■ GOAL OF THE EXERCISE
In your answer, reproduce exactly the lines from the beginning of the listing below through the one containing "holding a copy", and only those lines.

········

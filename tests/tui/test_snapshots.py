"""Snapshots of the main screens, looked at by eye before they were frozen.

Regenerate with ``pytest tests/tui/test_snapshots.py --snapshot-update`` only after looking at
the report of the differences. Paths are relative to the project root (or to a temporary folder
holding a copy named ``bench.toml``, for the screens that write a record) so that the screens
are the same on every machine. Each main screen is taken at 100×32 and 80×24, with colour and
under ``NO_COLOR`` (the monochrome style: hazard bold reverse, risk bold, advice plain, passed
dim).
"""

from __future__ import annotations

import shutil

import pytest

from tests.conftest import ROOT, example

pytest.importorskip("pytest_textual_snapshot")

SIZES = {"100x32": (100, 32), "80x24": (80, 24)}


def app_for(name: str):
    from reviewer.tui.app import WalkApp
    from reviewer.tui.session import Walk

    return WalkApp(Walk.open(name, reviewer="snapshot"), poll=0, theme="textual-dark")


async def reviewed(pilot) -> None:
    await pilot.app.workers.wait_for_complete()
    await pilot.pause()


@pytest.fixture(autouse=True)
def at_root(monkeypatch):
    monkeypatch.chdir(ROOT)
    monkeypatch.delenv("NO_COLOR", raising=False)


@pytest.fixture
def bench(tmp_path, monkeypatch) -> str:
    """The naive bench example copied to a temporary folder, as ``bench.toml`` there."""
    shutil.copy(example("naive_bench_pchannel"), tmp_path / "bench.toml")
    monkeypatch.chdir(tmp_path)
    return "bench.toml"


@pytest.fixture(params=["colour", "no-colour"])
def colour(request, monkeypatch) -> str:
    if request.param == "no-colour":
        monkeypatch.setenv("NO_COLOR", "1")
    return request.param


@pytest.mark.parametrize("size", SIZES)
def test_main_screen(snap_compare, size, colour):
    assert snap_compare(app_for("example_designs/naive_bench_pchannel.toml"),
                        terminal_size=SIZES[size], run_before=reviewed)


def test_timing_picture_at_the_worst_corner(snap_compare):
    async def shoot_through(pilot) -> None:
        await reviewed(pilot)
        pilot.app.query_one("#findings").go("timing.shoot-through[high]")
        await pilot.press("2")
        await pilot.pause()

    assert snap_compare(app_for("example_designs/naive_bench_pchannel.toml"),
                        terminal_size=(100, 32), run_before=shoot_through)


def test_spectrum_picture(snap_compare):
    assert snap_compare(app_for("example_designs/careful_12v_sine.toml"), press=["3"],
                        terminal_size=(100, 32), run_before=reviewed)


def test_caution_at_80_by_24(snap_compare):
    assert snap_compare(app_for("example_designs/mains_output_transformer.toml"),
                        terminal_size=(80, 24), run_before=reviewed)


def test_design_that_fails_to_load(snap_compare):
    assert snap_compare(app_for("tests/tui/data/wrong_unit.toml"), terminal_size=(80, 24),
                        run_before=reviewed)


def test_keys_screen(snap_compare):
    assert snap_compare(app_for("example_designs/naive_bench_pchannel.toml"),
                        press=["question_mark"], terminal_size=(100, 32), run_before=reviewed)


@pytest.mark.parametrize("size", SIZES)
def test_answer_dialog_flags_a_contradiction(snap_compare, bench, size, colour):
    """The answer dialog with nothing preselected, then "y": the design file's
    ``enforced_in = "none"`` is flagged before anything is saved."""
    async def answer_yes(pilot) -> None:
        await reviewed(pilot)
        pilot.app.query_one("#findings").go("checklist.dead-time-enforced")
        await pilot.press("enter")
        await pilot.pause()
        await pilot.press("y")
        await pilot.pause()

    assert snap_compare(app_for(bench), terminal_size=SIZES[size], run_before=answer_yes)


def test_answer_dialog_preselects_nothing(snap_compare, bench):
    async def open_it(pilot) -> None:
        await reviewed(pilot)
        pilot.app.query_one("#findings").go("checklist.dead-time-enforced")
        await pilot.press("enter")
        await pilot.pause()

    assert snap_compare(app_for(bench), terminal_size=(100, 32), run_before=open_it)


def test_whatif_result(snap_compare, bench):
    async def try_dead_time(pilot) -> None:
        await reviewed(pilot)
        pilot.app.query_one("#findings").go("timing.shoot-through[high]")
        await pilot.press("w")
        await pilot.pause()
        d = pilot.app.screen
        d.query_one("#field").value = "timing.dead_time"
        d.query_one("#value").value = "800 ns"
        d.query_one("#value").focus()
        await pilot.press("enter", "enter")
        await reviewed(pilot)
        await pilot.press("4")
        await pilot.pause()
        pilot.app.clear_notifications()
        await pilot.pause()

    assert snap_compare(app_for(bench), terminal_size=(100, 32), run_before=try_dead_time)
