def turn_off_intervals(ciss, qgd, v_drive, vth, v_plateau, *, r_off=None, i_sink=None,
                       v_off=0.0, c_above=None):
    """The three turn-off intervals (t_d(off), t_rv, t_fi) of a switch [s].

    The turn-off half of :func:`switching_times`, for a caller that needs only the turn-off
    (the turn-off at another plateau, say): the same formulas, the same numbers.

    Parameters
    ----------
    ciss : input capacitance below the plateau (C_iss, or Q_gs/V_pl) [F]
    qgd : gate-drain charge [C]
    v_drive : on-level the gate starts from [V]
    vth : threshold magnitude [V]
    v_plateau : Miller plateau [V]
    r_off : gate loop resistance turning off [Ω]
    i_sink : stage current limit turning off [A]
    v_off : off-level [V]
    c_above : input capacitance above the plateau [F]; None: ``ciss``

    Returns
    -------
    (td_off, tf, tail) [s]; their sum is :attr:`SwitchingTimes.turn_off_to_cutoff`.

    References
    ----------
    Mohan, Undeland & Robbins, *Power Electronics*, 3rd ed., §22-4; Baliga 2008 §6.10.
    """
    if r_off is None and i_sink is None:
        raise ValueError("turn-off needs a loop resistance or a sink current")
    c_hi = ciss if c_above is None else c_above
    td_off = stage_time(c_hi, v_drive, v_off, v_plateau, r_off, i_sink)
    tf = plateau_time(qgd, _a(v_plateau) - _a(v_off), r_off, i_sink)
    tail = stage_time(ciss, v_plateau, v_off, vth, r_off, i_sink)
    return td_off, tf, tail


def pull_resistor_turn_off(r_pull, ciss, qgd, v_drive, v_plateau, vth=None, r_internal=0.0):
    """Turn-off time when a gate-source pull resistor is the only discharge path [s].

    A transistor pulls the gate on and lets go; the resistor discharges the gate:
    R = R_pull + R_g(int); t = R·C_iss·ln(V_dr/V_pl) + Q_gd·R/V_pl, plus the tail
    R·C_iss·ln(V_pl/V_th) when ``vth`` is given. With 10 kΩ and 2 nF the time constant alone is
    20 µs, so the turn-off takes tens of microseconds.

    Parameters
    ----------
    r_pull : gate-source pull resistor [Ω]
    ciss : input capacitance [F]
    qgd : gate-drain charge [C]
    v_drive : on-level magnitude the gate starts from [V]
    v_plateau : Miller plateau [V]
    vth : threshold magnitude [V]; None leaves the tail out
    r_internal : internal gate resistance [Ω]

    References
    ----------
    Mohan, Undeland & Robbins, *Power Electronics*, 3rd ed., §22-4, with R_off = the pull
    resistor.
    """
    r = _a(r_pull) + _a(r_internal)
    t = _a(turn_off_delay(r, ciss, v_drive, v_plateau)) + _a(fall_time(qgd, r, v_plateau))
    if vth is not None:
        t = t + _a(current_fall_tail(r, ciss, v_plateau, vth))
    return _out(t)


def dead_time_required(t_turn_off, td_on_other, margin=0.5):
    """Dead time needed so that the incoming switch starts conducting after the outgoing stops.

    t_dead ≥ (1 + margin) · (t_off − t_d(on),other), and never below zero. ``t_off`` is
    t_d(off) + t_f of the switch turning off (add the current-fall tail for a conservative
    figure: :attr:`SwitchingTimes.turn_off_to_cutoff`).

    Parameters
    ----------
    t_turn_off : turn-off time of the outgoing switch, worst (slowest) corner [s]
    td_on_other : turn-on delay of the incoming switch, worst (fastest) corner [s]
    margin : fractional margin [unitless]; +50 % is common practice

    References
    ----------
    Holmes & Lipo, *Pulse Width Modulation for Power Converters*, 2003, §3.6 (blanking time
    between complementary switches); margin: common practice.
    """
    t, d, m = _a(t_turn_off), _a(td_on_other), _a(margin)
    return _out((1.0 + m) * np.maximum(t - d, 0.0))


def effective_dead_time(t_set, delay_mismatch=0.0, delay_spread=0.0, resolution=0.0):
    """Dead time the gates actually see, t_set − mismatch − spread − resolution, never below 0 [s].

    The controller's edge reaches the two gates through two driver channels: a channel that is
    faster by the propagation-delay mismatch (and any further spread between the paths) takes
    that much from the dead time at one of the two edges; a controller that sets the dead time
    in steps may make it one step short.

    Parameters
    ----------
    t_set : dead time programmed [s]
    delay_mismatch : driver high/low propagation-delay mismatch (magnitude) [s]
    delay_spread : further delay spread between the two paths (magnitude) [s]
    resolution : the controller's dead-time step [s]

    References
    ----------
    Holmes & Lipo, 2003, §3.6 (the blanking interval as the gates see it); delay budget: common
    practice.
    """
    t = _a(t_set) - _a(delay_mismatch) - _a(delay_spread) - _a(resolution)
    return _out(np.maximum(t, 0.0))


def shoot_through_overlap(t_dead, t_turn_off, td_on_other):
    """Time both switches of a leg conduct at once, max(0, t_off − t_dead − t_d(on),other) [s].

    Parameters
    ----------
    t_dead : dead time programmed before the incoming switch's gate is driven [s]
    t_turn_off : turn-off time of the outgoing switch [s]
    td_on_other : turn-on delay of the incoming switch [s]

    References
    ----------
    Holmes & Lipo, 2003, §3.6: the incoming switch conducts from t_dead + t_d(on); the outgoing
    one until t_off.
    """
    return _out(np.maximum(_a(t_turn_off) - _a(t_dead) - _a(td_on_other), 0.0))


def shoot_through_peak_current(v_bus, r_on_high, r_on_low, r_extra=0.0):
    """Upper bound of the cross-conduction current, V_bus / (R_high + R_low + R_extra) [A].

    Both channels fully on and no loop inductance: the real peak is lower (one switch is in
    its linear region, inductance slows the rise), so this bounds it from above.

    References
    ----------
    Ohm's law across the two channels in series; Holmes & Lipo, 2003, §3.6.
    """
    return _out(_a(v_bus) / (_a(r_on_high) + _a(r_on_low) + _a(r_extra)))


def _allowed_turn_off(t_dead, td_on_other, margin):
    return _a(t_dead) / (1.0 + _a(margin)) + _a(td_on_other)


def turn_off_seconds_per_ohm(ciss, qgd, v_drive, v_plateau, vth=None, v_off=0.0):
    """Turn-off time per ohm of gate loop resistance (the RC forms are linear in R) [s/Ω].

    k = C_iss·ln((V_dr − V_off)/(V_pl − V_off)) + Q_gd/(V_pl − V_off)
    [+ C_iss·ln((V_pl − V_off)/(V_th − V_off)) with ``vth``].
    """
    k = _a(turn_off_delay(1.0, ciss, v_drive, v_plateau, v_off)) + _a(fall_time(qgd, 1.0, v_plateau, v_off))
    if vth is not None:
        k = k + _a(current_fall_tail(1.0, ciss, v_plateau, vth, v_off))
    return _out(k)


def largest_turn_off_resistance(t_dead, td_on_other, ciss, qgd, v_drive, v_plateau, vth=None,
                                v_off=0.0, margin=0.5):
    """Largest gate-loop resistance whose turn-off fits the dead time [Ω].

    Solves (1 + m)·(R·k − t_d(on),other) = t_dead for R, with k from
    :func:`turn_off_seconds_per_ohm`. Subtract the internal gate resistance (and the drive's
    output resistance) to get the largest pull resistor or series gate resistor.

    Parameters
    ----------
    t_dead : dead time available [s]
    td_on_other : turn-on delay of the incoming switch [s]
    ciss, qgd : outgoing switch's input capacitance [F] and gate-drain charge [C]
    v_drive, v_plateau, vth, v_off : gate levels of the outgoing switch [V]
    margin : fractional margin [unitless]

    References
    ----------
    Inversion of :func:`dead_time_required` with the RC forms of Mohan, Undeland & Robbins,
    3rd ed., §22-4.
    """
    k = _a(turn_off_seconds_per_ohm(ciss, qgd, v_drive, v_plateau, vth, v_off))
    return _out(_allowed_turn_off(t_dead, td_on_other, margin) / k)


def smallest_sink_current(t_dead, td_on_other, ciss, qgd, v_drive, v_plateau, vth=None,
                          margin=0.5):
    """Smallest current-limited sink current whose turn-off fits the dead time [A].

    Q_off = C_iss·(V_dr − V_pl) + Q_gd [+ C_iss·(V_pl − V_th)]; I = Q_off / t_allowed with
    t_allowed = t_dead/(1 + m) + t_d(on),other.

    References
    ----------
    Inversion of :func:`dead_time_required` with the Q/I forms of Mohan, Undeland & Robbins,
    3rd ed., §22-4.
    """
    c, vd, vp = _a(ciss), _a(v_drive), _a(v_plateau)
    q = c * np.maximum(vd - vp, 0.0) + _a(qgd)
    if vth is not None:
        q = q + c * np.maximum(vp - _a(vth), 0.0)
    return _out(q / _allowed_turn_off(t_dead, td_on_other, margin))


def node_slew_rate(v_bus, t_transition):
    """Switching-node slew rate dv/dt ≈ V_bus / t_transition [V/s].

    References
    ----------
    Linear-ramp approximation of the plateau interval; Mohan, Undeland & Robbins §22-4.
    """
    return _out(_a(v_bus) / _a(t_transition))


def induced_gate_voltage(cgd, cgs, r_hold, dvdt, v_bus):
    """Gate voltage a drain ramp couples onto an off switch through C_gd [V].

    A ramp of slope dv/dt lasting V_bus/(dv/dt) drives C_gd into R_hold ∥ (C_gs + C_gd); at the
    end of the ramp the gate stands at
    V = R·C_gd·dv/dt · (1 − exp(−V_bus / (dv/dt · R · (C_gs + C_gd)))).
    It tends to C_gd·dv/dt·R for a stiff hold and to C_gd/(C_gd + C_gs)·V_bus for a weak one;
    :func:`induced_gate_voltage_bound` is the smaller of those two, an upper envelope.
    C_gd grows steeply at low V_DS; using the datasheet C_rss underestimates early in the ramp.

    Parameters
    ----------
    cgd : gate-drain capacitance, ≈ C_rss [F]
    cgs : gate-source capacitance, ≈ C_iss − C_rss [F]
    r_hold : resistance holding the gate to its off level [Ω]
    dvdt : drain slew rate [V/s]
    v_bus : amplitude of the ramp [V]

    References
    ----------
    First-order response of an RC node to a ramp through a coupling capacitor (Horowitz & Hill,
    3rd ed., §1.4); Mohan, Undeland & Robbins §22-4 (dv/dt-induced turn-on).
    """
    cd, cs, r, s, v = (_a(x) for x in (cgd, cgs, r_hold, dvdt, v_bus))
    tau = r * (cs + cd)
    with np.errstate(divide="ignore", invalid="ignore", over="ignore"):
        x = np.where(tau > 0, v / (s * tau), np.inf)
        out = r * cd * s * -np.expm1(-x)
        out = np.where(np.isinf(r), cd / (cd + cs) * v, out)
    return _out(out)


def induced_gate_voltage_bound(cgd, cgs, r_hold, dvdt, v_bus):
    """min(C_gd·dv/dt·R_hold, C_gd/(C_gd + C_gs)·V_bus): the envelope of the induced gate voltage [V].

    References
    ----------
    Mohan, Undeland & Robbins, *Power Electronics*, 3rd ed., §22-4; capacitive divider bound.
    """
    cd, cs, r, s, v = (_a(x) for x in (cgd, cgs, r_hold, dvdt, v_bus))
    return _out(np.minimum(cd * s * r, cd / (cd + cs) * v))


def dead_time_fraction(t_dead, f_sw):
    """2 · t_dead · f_sw: share of time a leg spends in dead time [unitless].

    The same figure is (a) the share of the time a body diode carries the load current while
    the current keeps one direction (both dead intervals of a period hand the current to the
    same diode), and (b) the full-bridge output voltage error as a fraction of the bus (each of
    the two legs loses t_dead per period).

    References
    ----------
    Holmes & Lipo, *Pulse Width Modulation for Power Converters*, 2003, §3.6 (dead-time
    voltage error ΔV = t_d·f_sw·V_dc per leg, its sign set by the current).
    """
    return _out(2.0 * _a(t_dead) * _a(f_sw))


def narrow_pulse_fraction_leg(index, f_carrier, t_min):
    """Share of the output cycle where a sine-PWM leg asks for a pulse shorter than ``t_min``.

    A leg's duty is d = (1 + M·sin θ)/2; its on-time d/f_c or off-time (1 − d)/f_c is shorter
    than t_min where sin θ < y or sin θ > −y with y = (2·t_min·f_c − 1)/M. The fraction of θ
    with sin θ < y is 1/2 + arcsin(y)/π (clipped to [0, 1]); on and off together give twice
    that while t_min < half a carrier period. For a leg these narrow pulses fall near the
    peaks of the reference (duty near 0 or 1), not at the zero crossing.

    Parameters
    ----------
    index : modulation index M [unitless]
    f_carrier : carrier frequency [Hz]
    t_min : shortest pulse the controller or switch can make [s]

    References
    ----------
    Holmes & Lipo, 2003, §3.2 and ch. 11 (minimum pulse width, pulse dropping).
    """
    m, fc, tm = _a(index), _a(f_carrier), _a(t_min)
    with np.errstate(divide="ignore", invalid="ignore"):
        y = np.where(m > 0, (2.0 * tm * fc - 1.0) / np.where(m > 0, m, 1.0),
                     np.where(2.0 * tm * fc >= 1.0, np.inf, -np.inf))
    one = 0.5 + np.arcsin(np.clip(y, -1.0, 1.0)) / np.pi
    return _out(np.clip(2.0 * one, 0.0, 1.0))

········

■ TASK ANSWER
filename tests/tui/test_snapshots.py
"""Snapshots of the main screens, looked at by eye before they were frozen.

Regenerate with ``pytest tests/tui/test_snapshots.py --snapshot-update`` only after looking at
the report of the differences. Paths are relative to the project root (or to a temporary folder
holding a copy named ``bench.toml``, for the screens that write a record) so that the screens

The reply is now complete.